Now that we have the results from both of our joined spatial aggregate queries, we can join them and compare the metrics.

combined = rog_results.join(handset_results.unstack())
combined.head()

pcod	radius_of_gyration	('proportion', 'Basic')	('proportion', 'Feature')	('proportion', 'Smart')
NPL.4.1.1_1	81.136	0.320493	0.338983	0.340524
NPL.1.3.3_1	45.258	0.364428	0.325871	0.309701
NPL.1.1.3_1	46.6002	0.324331	0.337482	0.338187
NPL.3.1.4_1	104.777	0.324818	0.350365	0.324818
NPL.1.2.1_1	52.684	0.332849	0.335029	0.332122

Correlation¶

The corr method provides a quick way to calculate the correlation between all pairs of columns. We're interested in the correlation between radius of gyration and each of the proportion columns. From these results, there appears to be no significant correlation between handset type and radius of gyration.

combined.corr()

	radius_of_gyration	('proportion', 'Basic')	('proportion', 'Feature')	('proportion', 'Smart')
radius_of_gyration	1	0.101425	0.0741593	-0.185196
('proportion', 'Basic')	0.101425	1	-0.548013	-0.577939
('proportion', 'Feature')	0.0741593	-0.548013	1	-0.365908
('proportion', 'Smart')	-0.185196	-0.577939	-0.365908	1

Scatter plot¶

To see whether there is any relationship that's not apparent from the correlation, let's make a scatter plot of radius of gyration against proportion of subscribers who use a smartphone.

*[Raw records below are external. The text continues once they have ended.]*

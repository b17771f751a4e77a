/**
 * Starting values for parameters the user gave none for, better than 1: a
 * cheap, deterministic multistart over scale-aware candidates.
 *
 * Candidates for every parameter come from the data: the y level and span,
 * the x extremes, middle and span (and just beyond the ends, where a
 * transition temperature often lies), rates 1/span, and plain numbers (1,
 * −1, ½, 2, …). The search is bounded by `GUESS_EVALUATIONS` model
 * evaluations on at most `GUESS_POINTS` points:
 *
 * 1. the shape: a fixed pseudo-random sample of candidate combinations
 *    (seeded, so the same data always give the same guesses) and the
 *    all-ones point, ranked by the χ² left after the best scale and offset
 *    (min over α, β of Σ(y − α·f − β)²), so that a peak or a step in the
 *    right place counts even with a wrong amplitude; coordinate descent on
 *    that χ² from the best few;
 * 2. the values: coordinate descent on χ² = Σ(y − f)² itself from the best
 *    shape and from the best point seen so far: each parameter in turn
 *    takes the candidate with the lowest χ², then is scaled by 2, ½, 1.25,
 *    0.8, … while that lowers χ².
 *
 * Points are compared first by how many model values are not finite (fewer
 * is better), then by the χ² of the stage.
 */
import type { IFitModel } from '../fit/types';
import { msg } from '../messages';
import type { ICoreMessage } from '../messages';
import { nameList, quote } from './normalize';

/** Result of `guessStarts`. */
export interface IStartGuess {
  /** One start value per model parameter, in the model's order (given values unchanged). */
  start: number[];
  /** Parameters whose start value was guessed. */
  guessed: string[];
  /** Why the fit may not start from these values (in our words). */
  problems: ICoreMessage[];
}

/** Most model evaluations of one guess. */
export const GUESS_EVALUATIONS = 3000;
/** Most data points one evaluation uses (an even stride through the data beyond that). */
export const GUESS_POINTS = 200;
const RANDOM_COMBINATIONS = 120;
const DESCENT_STARTS = 3;
const DESCENT_ROUNDS = 4;
const SCALE_STEPS = [2, 0.5, 1.25, 0.8, 1.06, 0.94];

interface IScore {
  invalid: number;
  /** Σ(y − f)² over the finite values. */
  chi2: number;
  /** The same after the best scale and offset of f. */
  shape: number;
}

type Key = 'chi2' | 'shape';

const better = (a: IScore, b: IScore, key: Key): boolean => a.invalid < b.invalid || (a.invalid === b.invalid && a[key] < b[key]);

/** Small deterministic generator (mulberry32). */
function random(seed: number): () => number {
  let s = seed >>> 0;
  return () => {
    s = (s + 0x6d2b79f5) >>> 0;
    let t = s;
    t = Math.imul(t ^ (t >>> 15), t | 1);
    t ^= t + Math.imul(t ^ (t >>> 7), t | 61);
    return ((t ^ (t >>> 14)) >>> 0) / 4294967296;
  };
}

/** Candidate start values from the data (finite, distinct). */
export function startCandidates(x: ArrayLike<number>, y: ArrayLike<number>): number[] {
  const n = x.length;
  let xmin = Infinity;
  let xmax = -Infinity;
  let ymin = Infinity;
  let ymax = -Infinity;
  let ysum = 0;
  let yAtXmin = 0;
  let yAtXmax = 0;
  for (let i = 0; i < n; i++) {
    if (x[i] < xmin) {
      xmin = x[i];
      yAtXmin = y[i];
    }
    if (x[i] > xmax) {
      xmax = x[i];
      yAtXmax = y[i];
    }
    ymin = Math.min(ymin, y[i]);
    ymax = Math.max(ymax, y[i]);
    ysum += y[i];
  }
  const xspan = xmax - xmin;
  const yspan = ymax - ymin;
  const raw = [
    1,
    -1,
    0.5,
    2,
    0.1,
    10,
    0,
    ysum / n,
    ymax,
    ymin,
    yspan,
    -yspan,
    yAtXmin,
    yAtXmax,
    yAtXmin - yAtXmax,
    xspan,
    xspan / 3,
    xspan / 10,
    xmax,
    xmin,
    (xmin + xmax) / 2,
    xmax + xspan / 10,
    xmin - xspan / 10,
    1 / xspan,
    3 / xspan,
    10 / xspan,
    -1 / xspan,
    -3 / xspan,
    -10 / xspan
  ];
  const out: number[] = [];
  for (const v of raw) {
    if (Number.isFinite(v) && !out.some((u) => Math.abs(u - v) <= 1e-12 * Math.max(Math.abs(u), Math.abs(v)))) {
      out.push(v);
    }
  }
  return out;
}

/**
 * Start values for the parameters of `model` without one in `given`
 * (own, finite numbers only: names such as `constructor` are ordinary
 * parameters), from the data (x, y). Deterministic; bounded cost.
 */
export function guessStarts(
  model: IFitModel,
  x: ArrayLike<number>,
  y: ArrayLike<number>,
  given: Readonly<Record<string, number>> = {}
): IStartGuess {
  const names = model.parameters;
  const k = names.length;
  const problems: ICoreMessage[] = [];
  const start = new Array<number>(k).fill(1);
  const free: number[] = [];
  names.forEach((name, j) => {
    const has = Object.prototype.hasOwnProperty.call(given, name);
    const v: unknown = has ? given[name] : undefined;
    if (typeof v === 'number' && Number.isFinite(v)) {
      start[j] = v;
    } else {
      if (has) {
        problems.push(msg('expression.guess.given', 'The start value of %1 is not a finite number; a start value was guessed instead.', quote(name, 24)));
      }
      free.push(j);
    }
  });
  const guessed = free.map((j) => names[j]);
  // Finite points, an even stride through them when there are many.
  const idx: number[] = [];
  const n0 = Math.min(x.length, y.length);
  for (let i = 0; i < n0; i++) {
    if (Number.isFinite(x[i]) && Number.isFinite(y[i])) {
      idx.push(i);
    }
  }
  if (idx.length === 0) {
    problems.push(msg('expression.guess.no-data', 'There are no data points to guess start values from; parameters without a start value start at 1.'));
    return { start, guessed, problems };
  }
  const stride = model.pointwise === true && idx.length > GUESS_POINTS ? idx.length / GUESS_POINTS : 1;
  const pick: number[] = [];
  for (let t = 0; Math.floor(t) < idx.length; t += stride) {
    pick.push(idx[Math.floor(t)]);
  }
  const xs = Float64Array.from(pick, (i) => x[i]);
  const ys = Float64Array.from(pick, (i) => y[i]);
  const m = xs.length;
  const out = new Float64Array(m);
  let evaluations = 0;
  const score = (p: Float64Array): IScore => {
    evaluations++;
    try {
      model.evaluate(p, xs, out);
    } catch {
      return { invalid: m, chi2: Infinity, shape: Infinity };
    }
    let invalid = 0;
    let chi2 = 0;
    let sf = 0;
    let sff = 0;
    let sfy = 0;
    let sy = 0;
    let syy = 0;
    let used = 0;
    for (let i = 0; i < m; i++) {
      const f = out[i];
      if (Number.isFinite(f)) {
        const yi = ys[i];
        const r = yi - f;
        chi2 += r * r;
        sf += f;
        sff += f * f;
        sfy += f * yi;
        sy += yi;
        syy += yi * yi;
        used++;
      } else {
        invalid++;
      }
    }
    let shape = Infinity;
    if (used > 0) {
      // What is left of y after a least-squares fit of α·f + β (centred sums).
      const cyy = syy - (sy * sy) / used;
      const cff = sff - (sf * sf) / used;
      const cfy = sfy - (sf * sy) / used;
      shape = cff > 1e-12 * Math.max(sff, 1e-300) && Number.isFinite(cff) && Number.isFinite(cfy) ? Math.max(0, cyy - (cfy * cfy) / cff) : cyy;
    }
    return {
      invalid,
      chi2: Number.isFinite(chi2) ? chi2 : Number.MAX_VALUE,
      shape: Number.isFinite(shape) ? shape : Number.MAX_VALUE
    };
  };
  const base = Float64Array.from(start);
  if (free.length === 0) {
    const s = score(base);
    if (s.invalid > 0) {
      problems.push(noValues(s.invalid, m, []));
    }
    return { start, guessed, problems };
  }
  const candidates = startCandidates(xs, ys);
  const budgetLeft = (): boolean => evaluations < GUESS_EVALUATIONS;
  /** Best point by χ² among all evaluated. */
  let bestSeen: { p: Float64Array; s: IScore } = { p: base, s: score(base) };
  const note = (p: Float64Array, s: IScore): void => {
    if (better(s, bestSeen.s, 'chi2')) {
      bestSeen = { p: Float64Array.from(p), s };
    }
  };

  /** Coordinate descent on `key` from `from`. */
  const descend = (from: { p: Float64Array; s: IScore }, key: Key): { p: Float64Array; s: IScore } => {
    const p = Float64Array.from(from.p);
    let s = from.s;
    for (let round = 0; round < DESCENT_ROUNDS && budgetLeft(); round++) {
      let improved = false;
      for (const j of free) {
        const keep = p[j];
        let bestValue = keep;
        for (const c of candidates) {
          if (!budgetLeft()) {
            break;
          }
          if (c === keep) {
            continue;
          }
          p[j] = c;
          const t = score(p);
          note(p, t);
          if (better(t, s, key)) {
            s = t;
            bestValue = c;
            improved = true;
          }
        }
        p[j] = bestValue;
        for (const f of SCALE_STEPS) {
          // Keep scaling in one direction while it helps.
          for (let step = 0; step < 12 && budgetLeft() && p[j] !== 0; step++) {
            const previous = p[j];
            p[j] = previous * f;
            const t = score(p);
            note(p, t);
            if (better(t, s, key)) {
              s = t;
              improved = true;
            } else {
              p[j] = previous;
              break;
            }
          }
        }
      }
      if (!improved) {
        break;
      }
    }
    return { p, s };
  };

  // 1. Shape: the all-ones point and a seeded sample of combinations, then descent from the best few.
  const seeds: { p: Float64Array; s: IScore }[] = [bestSeen];
  const rand = random(0x5eed + k * 7919 + m);
  const combos = Math.min(RANDOM_COMBINATIONS, Math.floor(GUESS_EVALUATIONS / 4));
  for (let c = 0; c < combos; c++) {
    const p = Float64Array.from(base);
    for (const j of free) {
      p[j] = candidates[Math.floor(rand() * candidates.length)];
    }
    const s = score(p);
    note(p, s);
    seeds.push({ p, s });
  }
  seeds.sort((a, b) => (better(a.s, b.s, 'shape') ? -1 : better(b.s, a.s, 'shape') ? 1 : 0));
  let bestShape = seeds[0];
  for (const seed of seeds.slice(0, DESCENT_STARTS)) {
    if (!budgetLeft()) {
      break;
    }
    const d = descend(seed, 'shape');
    if (better(d.s, bestShape.s, 'shape')) {
      bestShape = d;
    }
  }
  // 2. Values: descent on χ² itself from the best shape, then from the best point seen.
  const seen = { p: Float64Array.from(bestSeen.p), s: bestSeen.s };
  let best = descend(bestShape, 'chi2');
  if (budgetLeft()) {
    const other = descend(seen, 'chi2');
    if (better(other.s, best.s, 'chi2')) {
      best = other;
    }
  }
  if (better(bestSeen.s, best.s, 'chi2')) {
    best = bestSeen;
  }
  for (const j of free) {
    start[j] = best.p[j];
  }
  if (best.s.invalid === m) {
    // No tried combination gives a number anywhere: from outside, no parameter can be singled out.
    problems.push(
      guessed.length === 1
        ? msg(
            'expression.guess.cannot-start',
            'The fit cannot start: the model gives no number at any tried value of %1. Give a start value for %1.',
            quote(guessed[0], 24)
          )
        : msg(
            'expression.guess.cannot-start-all',
            'The fit cannot start: the model gives no number at any tried combination of start values. Give start values for %1.',
            nameList(guessed)
          )
    );
  } else if (best.s.invalid > 0) {
    problems.push(noValues(best.s.invalid, m, guessed));
  }
  return { start, guessed, problems };
}

function noValues(invalid: number, m: number, guessed: string[]): ICoreMessage {
  return guessed.length > 0
    ? msg(
        'expression.guess.partial',
        'With the guessed start values the model gives no number at %1 of %2 points; if the fit does not start, give start values for %3.',
        invalid,
        m,
        nameList(guessed)
      )
    : msg('expression.guess.given-partial', 'With the given start values the model gives no number at %1 of %2 points.', invalid, m);
}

combined.plot.scatter(x="radius_of_gyration", y=("proportion", "Smart"));

We can use matplotlib to plot radius of gyration against proportion for each of the handset types on the same plot.

fig, ax = plt.subplots()

for htype in ["Basic", "Feature", "Smart"]:
    ax.scatter(
        combined["radius_of_gyration"],
        combined[("proportion", htype)],
        label=htype,
    )
ax.set_xlabel("Radius of gyration (km)")
ax.set_ylabel("Handset type proportion")
ax.legend();

There is no obvious pattern visible in these plots, so for this test dataset we have found no relationship between subscribers' handset types and their radius of gyration.